What is the point of such combo today, when everything is "in cloud"? Shared GPU-CPU mem? That's too situational.
Workstations.
No. IMO Ryzen 3000 will be out on June 7th, this is why all the MB teasing X570.
We'll see how this goes. Maybe they'll show just few models.
Looking at just a single CPU, moving the <=8C variants to 7nm makes little sense (slightly lower power consumption, not a big deal if everyone accepts/likes how much Zen+ pulls).
So it's down to the issue of yields and using bad chiplets for low-core SKUs. Does it save them enough money to cover whatever TSMC asks? Only AMD knows this.
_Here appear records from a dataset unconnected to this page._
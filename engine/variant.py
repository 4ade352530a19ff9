"""Variants: a network with some branches changed, re-solved by reusing what the base solve set
up.

A change (:class:`BranchChanges`) sets the value of existing branches (``inf`` opens a
resistor: it is removed) and adds new branches. :func:`apply_changes` builds the changed
network. :func:`resolve` solves it, reusing as much of the base solve as the change allows:

1. **Values only** (resistors that stay finite and positive, current sources): the check is
   not re-run, because nothing it decides except the resistance spread depends on these values
   (:func:`changed_report` says why and recomputes the spread), and the reduced system is
   updated instead of assembled: each changed resistor adds ``dg = 1/R_new - 1/R_old`` to its
   two diagonal entries and ``-dg`` to its off-diagonal pair, and the right-hand side changes by
   the same terms.
2. **Structure changed, unknowns kept** (an opened resistor, an added resistor or current
   source between existing nodes): the changed network is checked in full — an opened resistor
   can cut nodes off, which must be refused with the check's finding — and assembled, and its
   supernodes and free supernodes are compared with the base's.

In both cases the system is solved by conjugate gradient preconditioned by the base session's
set-up (its AMG hierarchy with the changed matrix on the finest level, or its factorisation),
started from the base solution, through :meth:`SolveSession.solve_nearby
<ohmgraph.engine.session.SolveSession.solve_nearby>`: the target is the fresh solve's,
``||b - A x|| <= rtol ||b||`` for the changed system (absolute, not relative to the starting
residual), and the measured residual proves the result.

3. **Anything else** (new nodes, a voltage source set or added, an ideal connection), and a
   re-solve whose CG missed ``rtol``: the changed network goes the whole way through
   :func:`~ohmgraph.engine.solve.solve` with its check report, started from the base voltages.

Every way the branch currents, the KCL residual and the power balance are recomputed from the
new voltages: the evidence of a variant is that of a fresh solve.
"""

from __future__ import annotations

import time
from dataclasses import dataclass, field

import numpy as np
import scipy.sparse as sp

from .checks import (ERROR, INFO, SMALLEST_RESISTANCE, WARNING, CheckReport, check,
                     conductance_spread, spread_finding)
from .formulation import assemble
from .network import CURRENT_SOURCE, RESISTOR, Network
from .solve import NetworkNotSolvable, Solution, finish, solve
from .solvers import SolverFailed


@dataclass(frozen=True)
class BranchChanges:
    """Changes to a network's branches.

    Attributes
    ----------
    index : ndarray of int64
        Existing branches whose value is set.
    value : ndarray of float64
        Their new values (``inf`` on a resistor opens it: the branch is removed).
    new_names : ndarray of str
    new_kind : ndarray of uint8
    new_from, new_to : ndarray of str
        Endpoint labels of added branches (new labels add nodes).
    new_value : ndarray of float64
    """

    index: np.ndarray
    value: np.ndarray
    new_names: np.ndarray = field(default_factory=lambda: np.empty(0, str))
    new_kind: np.ndarray = field(default_factory=lambda: np.empty(0, np.uint8))
    new_from: np.ndarray = field(default_factory=lambda: np.empty(0, str))
    new_to: np.ndarray = field(default_factory=lambda: np.empty(0, str))
    new_value: np.ndarray = field(default_factory=lambda: np.empty(0))

    def __post_init__(self) -> None:
        setter = object.__setattr__.__get__(self)
        for name, dtype in (("index", np.int64), ("value", np.float64), ("new_names", str),
                            ("new_kind", np.uint8), ("new_from", str), ("new_to", str),
                            ("new_value", np.float64)):
            setter(name, np.asarray(getattr(self, name), dtype=dtype))
        if self.index.shape != self.value.shape:
            raise ValueError("index and value must have the same length")

    @property
    def opened(self) -> np.ndarray:
        """Existing branches opened (set to ``inf``)."""
        return self.index[np.isinf(self.value)]


def apply_changes(net: Network, changes: BranchChanges) -> Network:
    """The changed network: values set, opened resistors removed, new branches (and nodes)
    appended. Node indices of existing nodes are kept."""
    value = net.value.copy()
    value[changes.index] = changes.value
    if changes.new_names.size == 0 and changes.opened.size == 0:
        return net.with_values(value)
    keep = np.ones(net.n_branches, bool)
    keep[changes.opened] = False
    labels = net.node_labels
    new_labels = np.concatenate([changes.new_from, changes.new_to]).astype(str)
    index = net.label_index
    fresh = [label for label in dict.fromkeys(new_labels.tolist()) if label not in index]
    if fresh:
        labels = np.concatenate([labels, np.asarray(fresh, dtype=str)])
        index = {**index, **{label: net.n_nodes + k for k, label in enumerate(fresh)}}
    ends = np.asarray([index[label] for label in new_labels.tolist()], dtype=np.int64)
    m = changes.new_names.size
    return Network(labels, np.concatenate([net.branch_names[keep], changes.new_names]),
                   np.concatenate([net.kind[keep], changes.new_kind]),
                   np.concatenate([net.from_node[keep], ends[:m]]),
                   np.concatenate([net.to_node[keep], ends[m:]]),
                   np.concatenate([value[keep], changes.new_value]), net.reference)


def values_only(net: Network, changes: BranchChanges) -> bool:
    """Whether the changes keep the structure: only resistors that stay finite and at least
    :data:`~ohmgraph.engine.checks.SMALLEST_RESISTANCE`, and current sources, change value;
    nothing is added or opened."""
    if changes.new_names.size:
        return False
    kind = net.kind[changes.index]
    old, new = net.value[changes.index], changes.value
    resistor = kind == RESISTOR
    resistors_ok = np.all(np.isfinite(old[resistor]) & (old[resistor] >= SMALLEST_RESISTANCE)
                          & np.isfinite(new[resistor]) & (new[resistor] >= SMALLEST_RESISTANCE))
    sources_ok = np.all(np.isfinite(new[kind == CURRENT_SOURCE]))
    return bool(resistors_ok and sources_ok and np.all(resistor | (kind == CURRENT_SOURCE)))


def changed_report(report: CheckReport, net: Network, changes: BranchChanges,
                   changed: Network) -> CheckReport | None:
    """The check report of ``changed`` derived from the base network's ``report`` without a
    new check, when the changes cannot alter any finding but the value spread; else None.

    With :func:`values_only` changes every structural finding stays as it was: the contraction
    and its loops depend only on the voltage sources and ideal connections, the components and
    floating islands only on which branches exist, branch names and self-loops are untouched,
    and every changed value is finite and its conductance too. Only the ``ill-conditioned``
    warning and the summary's conductance spread depend on the resistor values; they are
    recomputed. A base with pinned floating islands is excluded (whether such an island breaks
    KCL depends on the current-source values), as is a base report without its contraction.
    """
    if (report is None or report.contraction is None or report.pinned_nodes.size
            or not report.solvable or not values_only(net, changes)):
        return None
    findings = [f for f in report.findings if f.code != "ill-conditioned"]
    spread = spread_finding(changed)
    if spread is not None:
        findings.append(spread)
    order = {ERROR: 0, WARNING: 1, INFO: 2}
    findings.sort(key=lambda f: order[f.severity])
    summary = {**report.summary, "conductance_spread": conductance_spread(changed),
               "warnings": sum(f.severity == WARNING for f in findings)}
    return CheckReport(findings, summary, report.contraction, report.pinned_nodes)


def _updated_system(base: Solution, changed: Network, index: np.ndarray):
    """The base reduced system with the changed resistor and current-source values."""
    system, net = base.system, base.network
    contraction = system.contraction
    supernode, offset = contraction.supernode, contraction.offset
    n = contraction.n_supernodes
    unknown_of = np.full(n, -1, np.int64)
    unknown_of[system.free] = np.arange(system.free.size)
    rhs = np.zeros(n)

    resistors = index[net.kind[index] == RESISTOR]
    a, b = supernode[net.from_node[resistors]], supernode[net.to_node[resistors]]
    between = a != b
    resistors, a, b = resistors[between], a[between], b[between]
    dg = 1.0 / changed.value[resistors] - 1.0 / net.value[resistors]
    drive = dg * (offset[net.from_node[resistors]] - offset[net.to_node[resistors]])
    rhs += np.bincount(b, drive, minlength=n) - np.bincount(a, drive, minlength=n)
    known = system.known_potential
    ua, ub = unknown_of[a], unknown_of[b]
    rhs += np.bincount(a[(ua >= 0) & (ub < 0)], (dg * known[b])[(ua >= 0) & (ub < 0)],
                       minlength=n)
    rhs += np.bincount(b[(ua < 0) & (ub >= 0)], (dg * known[a])[(ua < 0) & (ub >= 0)],
                       minlength=n)
    both = (ua >= 0) & (ub >= 0)
    rows = np.concatenate([ua[ua >= 0], ub[ub >= 0], ua[both], ub[both]])
    cols = np.concatenate([ua[ua >= 0], ub[ub >= 0], ub[both], ua[both]])
    data = np.concatenate([dg[ua >= 0], dg[ub >= 0], -dg[both], -dg[both]])
    k = system.free.size
    matrix = system.matrix + sp.csr_matrix((data, (rows, cols)), shape=(k, k))

    sources = index[net.kind[index] == CURRENT_SOURCE]
    amps = changed.value[sources] - net.value[sources]
    rhs += (np.bincount(supernode[net.to_node[sources]], amps, minlength=n)
            - np.bincount(supernode[net.from_node[sources]], amps, minlength=n))

    graph = system.graph
    position = np.searchsorted(graph.branches, resistors)
    conductance = graph.conductance.copy()
    conductance[position] = 1.0 / changed.value[resistors]
    graph = type(graph)(graph.branches, graph.a, graph.b, conductance, graph.n_supernodes)
    return type(system)(matrix, system.rhs + rhs[system.free], system.free, known, contraction,
                        graph)


def resolve(base: Solution, changes: BranchChanges, *, rtol: float | None = None,
            method: str = "auto", allow_floating: bool = False) -> Solution:
    """Solve the network ``base`` with ``changes``, reusing what the base solve set up.

    Parameters
    ----------
    base : Solution
        A fresh solution (with its ``report``, ``system`` and ``session``).
    changes : BranchChanges
    rtol : float, optional
        Relative residual target ``||b - A x|| / ||b||`` of the changed system (default the
        base's), the criterion of a fresh solve.
    method : str
        Back end of a solve from scratch, when one is needed.
    allow_floating : bool
        As for :func:`~ohmgraph.engine.solve.solve`, for the check of a changed structure.

    Returns
    -------
    Solution
        Of the changed network; its ``notes`` say how it was solved and its ``timings`` hold
        ``check``, ``update`` (or ``assemble``), ``setup`` (0 when the base set-up served),
        ``solve`` and ``recover``. It has no ``session`` of its own when the base set-up
        served.

    Raises
    ------
    NetworkNotSolvable
        When the changed network fails its checks (the report holds the findings).
    SolverFailed
        As :func:`~ohmgraph.engine.solve.solve`.
    """
    rtol = base.rtol if rtol is None else float(rtol)
    changed = apply_changes(base.network, changes)
    start_voltage = np.full(changed.n_nodes, np.nan)
    start_voltage[:base.network.n_nodes] = base.node_voltage
    reusable = (base.system is not None and base.session is not None
                and base.session.rtol <= rtol)
    timings = {}
    start = time.perf_counter()
    report = changed_report(base.report, base.network, changes, changed) if reusable else None
    if report is not None:
        system = _updated_system(base, changed, changes.index)
        timings["check"], timings["update"] = 0.0, time.perf_counter() - start
    else:
        report = check(changed, allow_floating=allow_floating)
        timings["check"] = time.perf_counter() - start
        if not report.solvable:
            raise NetworkNotSolvable(report)
        system = None
        if reusable:
            start = time.perf_counter()
            system = assemble(changed, report.contraction, report.pinned_nodes)
            timings["assemble"] = time.perf_counter() - start
            if not _same_unknowns(base, changed, system):
                system = None
    if system is None:
        solution = solve(changed, method=method, rtol=rtol, report=report,
                         start_voltage=start_voltage)
        solution.timings["check"] = timings["check"]
        solution.notes.append("changed network solved from scratch, started from the base "
                              "voltages")
        return solution

    x0 = system.unknowns_from_voltages(start_voltage)
    session = base.session
    try:
        x = session.solve_nearby(system.matrix, system.rhs, x0)
    except SolverFailed as error:
        solution = solve(changed, method=method, rtol=rtol, report=report,
                         start_voltage=start_voltage)
        solution.notes.append(f"the base set-up missed rtol ({error}); solved afresh")
        return solution
    info = session.last
    solution = finish(changed, report, system, session, x, rtol, timings)
    solution.timings = {**timings, "setup": 0.0, "solve": info.solve_seconds,
                        "recover": timings["recover"]}
    solution.method, solution.iterations = info.method, info.iterations
    solution.relative_residual = info.relative_residual
    pinned = solution.notes[len(session.stats.notes):]
    structure = "" if "update" in timings else "; the changed structure checked and assembled"
    solution.notes = [f"re-solved by {info.method} (the base set-up), {info.iterations} "
                      f"iteration(s) from the base solution{structure}", *pinned]
    solution.session = None
    return solution


def _same_unknowns(base: Solution, changed: Network, system) -> bool:
    """Whether ``system`` (of the changed network) has the base system's unknowns: the same
    nodes, supernodes and free supernodes, so the base set-up fits its matrix."""
    old = base.system
    return (changed.n_nodes == base.network.n_nodes
            and system.matrix.shape == old.matrix.shape
            and np.array_equal(system.contraction.supernode, old.contraction.supernode)
            and np.array_equal(system.free, old.free))
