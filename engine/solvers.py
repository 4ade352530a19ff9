"""Solvers for the symmetric positive-definite reduced system, behind one small interface.

A solver is built once for a matrix (factorisation or multigrid hierarchy) and then solves any
number of right-hand sides, one vector or a block of columns, returning the solution and a
:class:`SolveInfo` with what it did. New back ends (a distributed one, say) implement
:class:`SPDSolver` and register in :data:`SOLVERS`; nothing else changes.

* ``direct``: sparse LU factorisation by SuperLU (Li, ACM TOMS 31(3), 2005) through
  :func:`scipy.sparse.linalg.splu`, with a minimum-degree ordering of ``A^T + A`` and diagonal
  pivoting, which suits a symmetric positive-definite matrix.
* ``amg-cg``: conjugate gradient (Hestenes & Stiefel, 1952) preconditioned by one V-cycle of
  classical (Ruge–Stüben) algebraic multigrid (J. W. Ruge & K. Stüben, "Algebraic multigrid",
  in *Multigrid Methods*, SIAM Frontiers in Applied Mathematics 3, 1987) from pyamg.

Both set up and solve with the BLAS limited to one thread (threadpoolctl). Conjugate gradient
calls BLAS dot products on vectors of 10^4 to 10^6 entries; OpenBLAS splits each of them over
threads, and on two busy cores that made whole solves 3 to 20 times slower (the core type
OpenBLAS picks made no difference); SuperLU's block solves gain too. Numbers in
``benchmarks/README.md``.
"""

from __future__ import annotations

import functools
import time
from abc import ABC, abstractmethod
from dataclasses import dataclass

import numpy as np
import scipy.sparse as sp
import scipy.sparse.linalg as spla
from threadpoolctl import ThreadpoolController

DEFAULT_RTOL = 1e-10
# ``auto`` picks direct up to this many unknowns. Set-up plus one solve (benchmarks/README.md):
# direct wins on lattices below about 40,000 unknowns and on k-nearest-neighbour graphs up to
# about 200,000; in between it costs at most about 0.5 s more, and it makes every further
# right-hand side (readings, sensitivities, resistances) a cheap pair of triangular solves.
AUTO_DIRECT_LIMIT = 100_000
DIRECT_FALLBACK_LIMIT = 2_000_000
DIRECT_RESIDUAL_LIMIT = 1e-8


@functools.cache
def _blas_threads():
    """One controller of the loaded BLAS libraries (cheap to apply once built)."""
    return ThreadpoolController()


def single_threaded_blas():
    """Context manager that limits every loaded BLAS library to one thread."""
    return _blas_threads().limit(limits=1, user_api="blas")


class SolverFailed(RuntimeError):
    """The solve did not reach the requested accuracy and no fallback applied."""


@dataclass(frozen=True)
class SolveInfo:
    """What one solve did.

    Attributes
    ----------
    method : str
        ``"direct"`` or ``"amg-cg"``.
    iterations : int
        Conjugate-gradient iterations (the largest over a block); 0 for ``direct``.
    relative_residual : float
        ``max_j ||A x_j - b_j|| / ||b_j||`` measured after the solve.
    converged : bool
        ``relative_residual <= rtol`` (always True for ``direct`` unless the matrix is singular).
    setup_seconds, solve_seconds : float
    """

    method: str
    iterations: int
    relative_residual: float
    converged: bool
    setup_seconds: float
    solve_seconds: float


def shortfall(info: SolveInfo, rtol: float) -> str:
    """Why a solve missed its target, in words: the residual reached, or the overflow that
    left no finite residual (values beyond the double-precision range)."""
    text = (f"{info.method} solve ended at relative residual {info.relative_residual:.3g} "
            f"(rtol {rtol:g})")
    if not np.isfinite(info.relative_residual):
        text += ("; the values overflow double precision (IEEE 754 binary64): rescale them, "
                 "for example to other units")
    return text


def relative_residual(matrix, x: np.ndarray, b: np.ndarray) -> float:
    """``max_j ||A x_j - b_j|| / ||b_j||`` over the columns (0 for a zero right-hand side)."""
    num = np.linalg.norm(matrix @ x - b, axis=0)
    den = np.linalg.norm(b, axis=0)
    ratio = np.where(den > 0, num / np.where(den > 0, den, 1.0), num)
    return float(np.max(ratio)) if np.size(ratio) else 0.0


class SPDSolver(ABC):
    """Set up once for a symmetric positive-definite matrix, solve many right-hand sides."""

    method: str = ""

    def __init__(self, matrix, rtol: float = DEFAULT_RTOL):
        self.matrix = sp.csr_matrix(matrix)
        self.rtol = float(rtol)
        start = time.perf_counter()
        with single_threaded_blas():
            self._setup()
        self.setup_seconds = time.perf_counter() - start

    @abstractmethod
    def _setup(self) -> None:
        """Factorise or build the preconditioner."""

    @abstractmethod
    def _solve(self, b: np.ndarray) -> tuple[np.ndarray, int]:
        """Solve for a 1-D or 2-D right-hand side; return the solution and iteration count."""

    def solve(self, b: np.ndarray) -> tuple[np.ndarray, SolveInfo]:
        """Solve ``A x = b`` for one column (shape ``(n,)``) or a block (shape ``(n, r)``)."""
        b = np.asarray(b, dtype=np.float64)
        start = time.perf_counter()
        if self.matrix.shape[0] == 0:
            x, iterations = np.zeros_like(b), 0
        else:
            with single_threaded_blas():
                x, iterations = self._solve(b)
        elapsed = time.perf_counter() - start
        residual = relative_residual(self.matrix, x, b) if b.size else 0.0
        target = max(self.rtol, DIRECT_RESIDUAL_LIMIT) if self.method == "direct" else self.rtol
        converged = bool(np.isfinite(residual) and residual <= target)
        return x, SolveInfo(self.method, iterations, residual, converged,
                            self.setup_seconds, elapsed)


class DirectSolver(SPDSolver):
    """Sparse LU (SuperLU) with a symmetric fill-reducing ordering."""

    method = "direct"

    def _setup(self) -> None:
        if self.matrix.shape[0] == 0:
            self._lu = None
            return
        self._lu = spla.splu(self.matrix.tocsc(), permc_spec="MMD_AT_PLUS_A",
                             diag_pivot_thresh=0.0, options={"SymmetricMode": True})

    @property
    def factors(self):
        """The SuperLU factorisation (``L``, ``U``, ``perm_r``, ``perm_c``), or None when empty;
        for callers that exploit the factors' sparsity (:mod:`ohmgraph.engine.reach`)."""
        return self._lu

    def _solve(self, b):
        # One call for a block. With the BLAS on one thread a Fortran-ordered block beats column
        # by column (16 columns of a 490,000-unknown lattice: 1.1 s against 1.4 s; 64: 4.9 s
        # against 6.8 s); with OpenBLAS threads on busy cores it lost 2-3x (benchmarks/README.md).
        return self._lu.solve(np.asfortranarray(b)), 0


class AmgCgSolver(SPDSolver):
    """Conjugate gradient preconditioned by a classical (Ruge–Stüben) AMG V-cycle (pyamg).

    Settings, chosen by measurement on grounded Laplacians (a 1000 x 1000 lattice, a three-layer
    mesh, a k-nearest-neighbour graph and the IBM power-grid benchmark pg1; benchmarks/README.md):

    * classical strength of connection with threshold 0.25 and Ruge–Stüben C/F splitting with
      its second pass, which makes every pair of strongly connected fine points share a coarse
      point (Ruge & Stüben 1987); without it pg1, whose conductances span four
      decades, needs 49 iterations instead of 13;
    * direct interpolation and Galerkin coarse operators ``P^T A P``;
    * one forward Gauss–Seidel sweep before and one backward sweep after each coarse correction,
      which makes the V-cycle a symmetric positive-definite preconditioner as CG needs;
    * sparse LU on the coarsest level (at most ``max_coarse`` unknowns).
    """

    method = "amg-cg"
    max_iterations = 500
    max_coarse = 500

    def _setup(self) -> None:
        import pyamg

        if self.matrix.shape[0] == 0:
            return
        self._hierarchy = pyamg.ruge_stuben_solver(
            self.matrix, strength=("classical", {"theta": 0.25}),
            CF=("RS", {"second_pass": True}), interpolation="direct",
            presmoother=("gauss_seidel", {"sweep": "forward"}),
            postsmoother=("gauss_seidel", {"sweep": "backward"}),
            max_coarse=self.max_coarse, coarse_solver="splu")
        self._preconditioner = self._hierarchy.aspreconditioner(cycle="V")

    def _solve_column(self, b):
        count = [0]

        def tally(_):
            count[0] += 1

        if not np.any(b):
            return np.zeros_like(b), 0
        # Ask CG for half the target: its recurrence residual drifts from the true one.
        x, _ = spla.cg(self.matrix, b, rtol=0.5 * self.rtol, atol=0.0, maxiter=self.max_iterations,
                       M=self._preconditioner, callback=tally)
        return x, count[0]

    def _solve(self, b):
        if b.ndim == 1:
            return self._solve_column(b)
        columns = [self._solve_column(b[:, j]) for j in range(b.shape[1])]
        return (np.column_stack([c[0] for c in columns]),
                max((c[1] for c in columns), default=0))


SOLVERS = {"direct": DirectSolver, "amg-cg": AmgCgSolver}


def choose_method(n_unknowns: int, method: str = "auto") -> str:
    """Resolve ``"auto"``: direct below :data:`AUTO_DIRECT_LIMIT` unknowns, else ``amg-cg``."""
    if method == "auto":
        return "direct" if n_unknowns <= AUTO_DIRECT_LIMIT else "amg-cg"
    if method not in SOLVERS:
        raise ValueError(f"unknown method {method!r} (expected auto, {', '.join(SOLVERS)})")
    return method


def make_solver(matrix, method: str = "auto", rtol: float = DEFAULT_RTOL) -> SPDSolver:
    """Build (set up) the solver for ``matrix``; ``method`` is ``auto``, ``direct`` or ``amg-cg``."""
    return SOLVERS[choose_method(matrix.shape[0], method)](matrix, rtol)


def solve_with_fallback(matrix, b, method: str = "auto", rtol: float = DEFAULT_RTOL):
    """Solve ``A x = b``; if an iterative solve misses ``rtol``, fall back to ``direct``.

    Returns
    -------
    x : ndarray
    info : SolveInfo
    solver : SPDSolver
        The solver that produced ``x`` (reusable for further right-hand sides).
    notes : list of str
        What happened (for example a fallback).

    Raises
    ------
    SolverFailed
        When the iterative solve did not converge and the system is too large
        (over :data:`DIRECT_FALLBACK_LIMIT` unknowns) for the direct fallback, or when the direct
        solve itself is inaccurate.
    """
    solver = make_solver(matrix, method, rtol)
    x, info = solver.solve(b)
    notes = []
    if not info.converged and solver.method != "direct":
        if matrix.shape[0] > DIRECT_FALLBACK_LIMIT:
            raise SolverFailed(
                f"{solver.method} stopped at relative residual {info.relative_residual:.3g} after "
                f"{info.iterations} iterations (rtol {rtol:g}); the system ({matrix.shape[0]} "
                "unknowns) is too large for the direct fallback")
        notes.append(f"{solver.method} reached relative residual {info.relative_residual:.3g} "
                     f"after {info.iterations} iterations; fell back to direct")
        solver = DirectSolver(matrix, rtol)
        x, info = solver.solve(b)
    if not info.converged:
        raise SolverFailed(shortfall(info, rtol))
    return x, info, solver, notes


def solve_spd(A, b, rtol: float = DEFAULT_RTOL, method: str = "auto") -> np.ndarray:
    """Solve a symmetric positive-definite sparse system ``A x = b``.

    The same path :func:`ohmgraph.engine.solve` takes, exposed so benchmarks can compare it with
    other solvers on one matrix.

    Parameters
    ----------
    A : sparse matrix, shape (n, n)
    b : ndarray, shape (n,) or (n, r)
    rtol : float
        Relative residual target ``||A x - b|| / ||b||`` for iterative methods.
    method : {"auto", "direct", "amg-cg"}
    """
    return solve_with_fallback(A, b, method, rtol)[0]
Given how expensive 7nm is, my guess is that they would make more by keeping the Zen+ lineup for everything that doesn't need chiplets. They could add PCIe4.0 and call it Zen++.
>8C Ryzen (this year) and >4C APU (next year?) would be Zen2.
And as 7nm gets cheaper, AMD will start fresh on a new socket (late 2020 or 2021).
Look it TH review, Epyc uses 16x memory dims vs 12 on Xeon 8280:
Now when you look at large scale Data Center- this is big, before even looking at 64C Rome.
When you look at cloud, peak power consumption is not the statistic you want to see.
Xeon CPUs use more power, but are faster. The key information is how much time and energy is needed to complete a task ("time to solve" and "energy to solve").
There's no clear winner in this. In many scenarios EPYC has 10% advantage. In some Intel pulls ahead thanks to lower latency and more robust instruction set.
There are way to many variables to say that one server CPU is better than another
in general.
Also, I think we focus on power draw way to much. Over 3 years a typical server will consume energy worth 10% of the hardware.
Remember that some server-specific software is licensed per core (databases being the most significant). We don't think about it often, but simple fact is: if you need 32C EPYC to match a 28C Xeon, the license cost stemming from 4 extra cores may eat all savings an EPYC may provide.